Севастопольский художник Шпажинский предложил русскому морскому ведомству особую раскраску кораблей, которую он назвал «иллюзорной». По идее Шпажинского, такая окраска должна была затруднить оценку дистанции корабля. Тогда же по его методу были окрашены старый броненосец Черноморского флота «Синоп» и несколько позднее – на Балтийском флоте – крейсера «Кондор» и «Беркут».

Поручик то ли в шутку, то ли всерьез ухватился за борт шинели двумя пальцами, подтянув на эпикурейское брюшко этакий суконный доломан с двумя рядами серебряных пуговиц, и приосанился, будто позируя. Гусар-поэт 12-го года. Только, пожалуй, в 15-м, после долгого европейского запоя.

– Что ж вы такого изобрели, господин инженер-живописец? – спросила Варвара не слишком заинтересованно.

– Вот это самое! – мгновенно ожил «героический бюст». – Я придумал такого рода окраску для наших военных кораблей, которая сделает их практически невидимыми для неприятеля. Будут являться, как призраки возмездия из небытия, как дирижабли из тумана предощущений смерти, и нести ее врагу вдруг и ниоткуда, как…

– Кролик из цилиндра, – высунула наконец Варя вздернутый носик из пухового шарфа, в первый раз проявив нечто вроде любопытства. – Что это за факирские штучки?

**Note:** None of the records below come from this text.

/**
 * The group rows on one side of a block (`step` 1: after it, −1: before it), up to the next row
 * that prints a test or is not one group alone, and never a row of the whole sample ("Total",
 * "All", "Overall"), which is no group of a comparison. Two are enough to know the comparison is
 * open.
 */
function groupRowsBeside(block: TableBlockRecord, t: Tables, step: 1 | -1): GroupSummary[] {
  const blocks = t.blocks.get(block.table) ?? [];
  const out: GroupSummary[] = [];
  for (let row = step === 1 ? block.lastRow + 1 : block.firstRow - 1; out.length < 2 && row >= 0; row += step) {
    const beside = blockAt(blocks, row);
    if (!beside || beside.firstRow !== row || beside.lastRow !== row || t.testRows.has(`${block.table}:${row}`) || WHOLE_SAMPLE_ROW.test(beside.label)) break;
    const groups = blockGroups(beside, t);
    if (groups.length !== 1) break;
    out.push(groups[0] as GroupSummary);
  }
  return out;
}

/** A table row of the whole sample: "Total", "All participants", "Overall", "Whole sample", "Combined". */
const WHOLE_SAMPLE_ROW = /^(?:total|all|overall|whole|combined|both groups|full sample|entire sample)(?![\p{L}])/iu;

function blockGroups(block: TableBlockRecord, t: Tables): GroupSummary[] {
  const out: GroupSummary[] = [];
  for (let r = block.firstRow; r <= block.lastRow; r += 1) for (const g of t.rows.groups.get(`${block.table}:${r}`) ?? []) out.push(g);
  return out;
}

/** Items by key, each list in the items' order (Map.groupBy arrives only in Node 21). */
export function groupBy<T, K>(items: readonly T[], keyOf: (item: T) => K): Map<K, T[]> {
  const m = new Map<K, T[]>();
  for (const it of items) {
    const k = keyOf(it);
    const list = m.get(k);
    if (list) list.push(it);
    else m.set(k, [it]);
  }
  return m;
}

/**
 * Descriptives printed outside the test's own lead (in another sentence, or before a clause
 * boundary such as ", but" in its sentence) are certainly the test's only when the lead names
 * nothing their text does not: "At baseline the arms scored 20.1 (…) and 19.8 (…). Over the
 * twelve weeks the coached arm improved more, t(58) = …" names a time and a change the baseline
 * sentence does not, so those means may be of something else. A lead in the words of reporting
 * alone ("The difference was significant, t(58) = …") refers back to them.
 */
function withLeadDoubt(report: TTestReport, link: DescriptiveLink): DescriptiveLink {
  const lead = report.lead;
  if (!lead || !link.certain || lead.words.length === 0) return link;
  const outside = link.groups.every((g) => g.sentence !== report.sentence || g.span.end <= lead.start);
  if (!outside) return link;
  const known = new Set(link.groups.flatMap((g) => g.topic ?? []));
  const unknown = lead.words.filter((w) => !known.has(stem(w)));
  if (unknown.length === 0) return link;
  const where = link.groups.some((g) => g.sentence !== report.sentence) ? 'another sentence' : 'an earlier clause';
  return { ...link, certain: false, doubt: `the descriptives are printed in ${where}, and the test's words "${unknown.slice(0, 4).join(' ')}" do not appear there, so they may be of another measure, time or group` };
}

function makeLink(scope: DescriptiveLink['scope'], groups: GroupSummary[], spreads: SpreadStatements, certain: boolean): DescriptiveLink {
  const kinds: SpreadKind[] = [];
  let source: DescriptiveLink['spreadKindSource'];
  let other: Extraction['statements'][number] | undefined;
  for (const g of groups) {
    let kind: SpreadKind = g.spread?.kind ?? 'unstated';
    if (kind === 'unstated') {
      const st = spreads.kindFor(g);
      if (st?.spread) {
        kind = st.spread;
        source = { span: st.span, printed: st.printed };
      } else if (st?.spreadOther && g.spread) other = st;
    }
    kinds.push(kind);
  }
  // "±" said to be neither an SD nor an SE: no reading of it as either is certain
  if (other) return { scope, groups, spreadKinds: kinds, certain: false, doubt: `the text says "±" stands for "${other.printed}", neither an SD nor an SE` };
  return { scope, groups, spreadKinds: kinds, ...(source ? { spreadKindSource: source } : {}), certain };
}

/**
 * What "±" stands for, for one group: a statement in the group's own sentence; else one in a
 * sentence of its paragraph that prints no descriptives ("Values are mean ± SEM."); else the
 * statements of the document's sentences without descriptives, when they agree. A label
 * printed beside another group ("(38.2 ± 6.4) (mean ± s.d.)") is that group's only.
 */
export interface SpreadStatements {
  kindFor(g: GroupSummary): Extraction['statements'][number] | undefined;
}

export function spreadStatements(x: Extraction): SpreadStatements {
  const statements = x.statements.filter((s) => s.kind === 'spread');
  const withDescriptives = new Set(x.summaries.map((g) => sentenceKey(g)));
  const bySentence = new Map<string, Extraction['statements'][number]>();
  for (const s of statements) if (!bySentence.has(sentenceKey(s))) bySentence.set(sentenceKey(s), s);
  const general = statements.filter((s) => !withDescriptives.has(sentenceKey(s)));
  const bySegment = new Map<number, Extraction['statements'][number]>();
  for (const s of general) if (!bySegment.has(s.segment)) bySegment.set(s.segment, s);
  const agreed = general.length > 0 && general.every((s) => s.spread === general[0]?.spread) ? general[0] : undefined;
  return { kindFor: (g) => bySentence.get(sentenceKey(g)) ?? bySegment.get(g.segment) ?? agreed };
}

/** How far before a test's statistic (source characters) the words that name it stand ("paired t(29)", "a paired-samples t-test gave t(29)"). */
const NAME_REACH = 40;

– Скорее футуристические! – протестующе замотал головой поручик. – Навеянные эстетикой будущего, скрежетом машин, клаксонами авто и шипением пара. Впрочем, я назвал этот метод окраски так, чтобы он был доступен восприятию наших патриархов.

– И как же это? – рассеянно спросила девушка, приуныв после первых же эпитетов инженера. – Больно похоже на павлиний хвост, под которым найдется все та же…

– Я назвал свой метод «Иллюзорным». Взращенные на мистицизме Шопенгауэра наши реликты…

– Что? – перебила его Варвара со вздохом.

– Что, что? – не понял сбившийся с мысли поручик.

– Ну, что должны увидеть в вашей покраске наши реликты, будучи взращенными на Шопенгауэре? – Варя снова спрятала улыбку в шарфе, которым ее дорожная шляпка была привязана к головке.

– Да ни черта они не увидят! – раздраженно пробормотал инженер, сообразив, что захватить воображение девушки ему никак не удается. – Там такой сложный ритмический узор геометрических фигур, что получившийся растровый эффект не позволит определить противнику ни точных габаритов, ни курсового угла корабля, ни его скорости, дистанции до… В общем, ничего из того, что необходимо для расчета артиллерийского обстрела или торпедной атаки, – под конец поручик уже очевидно махнул рукой и, отвернувшись, без стеснения глотнул прямо из горлышка чекушки.

– Как захватывающе… – милостиво прокомментировала Варвара.

С поручиком Лиманским она говорила чуть ли не сквозь зубы, так, что вообще непонятно было, как она с ним оказалась в столь «романтическом уединении».

О том, что это именно господин корабельный инженер Жорж Лиманский, кадеты узнали мгновение спустя, когда…

– Не бывать вам, поручик, ни адмиралом, ни героем Отечества, – послышалось из-за спины корабельного инженера и, глядя на него снизу-вверх, выступил штабс-капитан.

В летнем белом кителе, но черных брюках, заправленных в сапоги антрацитового блеска, и сам «блестящий офицер», холеный, накрахмаленный, отутюженный, вот только ростом не вышел (Варваре вровень только с заломленной тульей фуражки).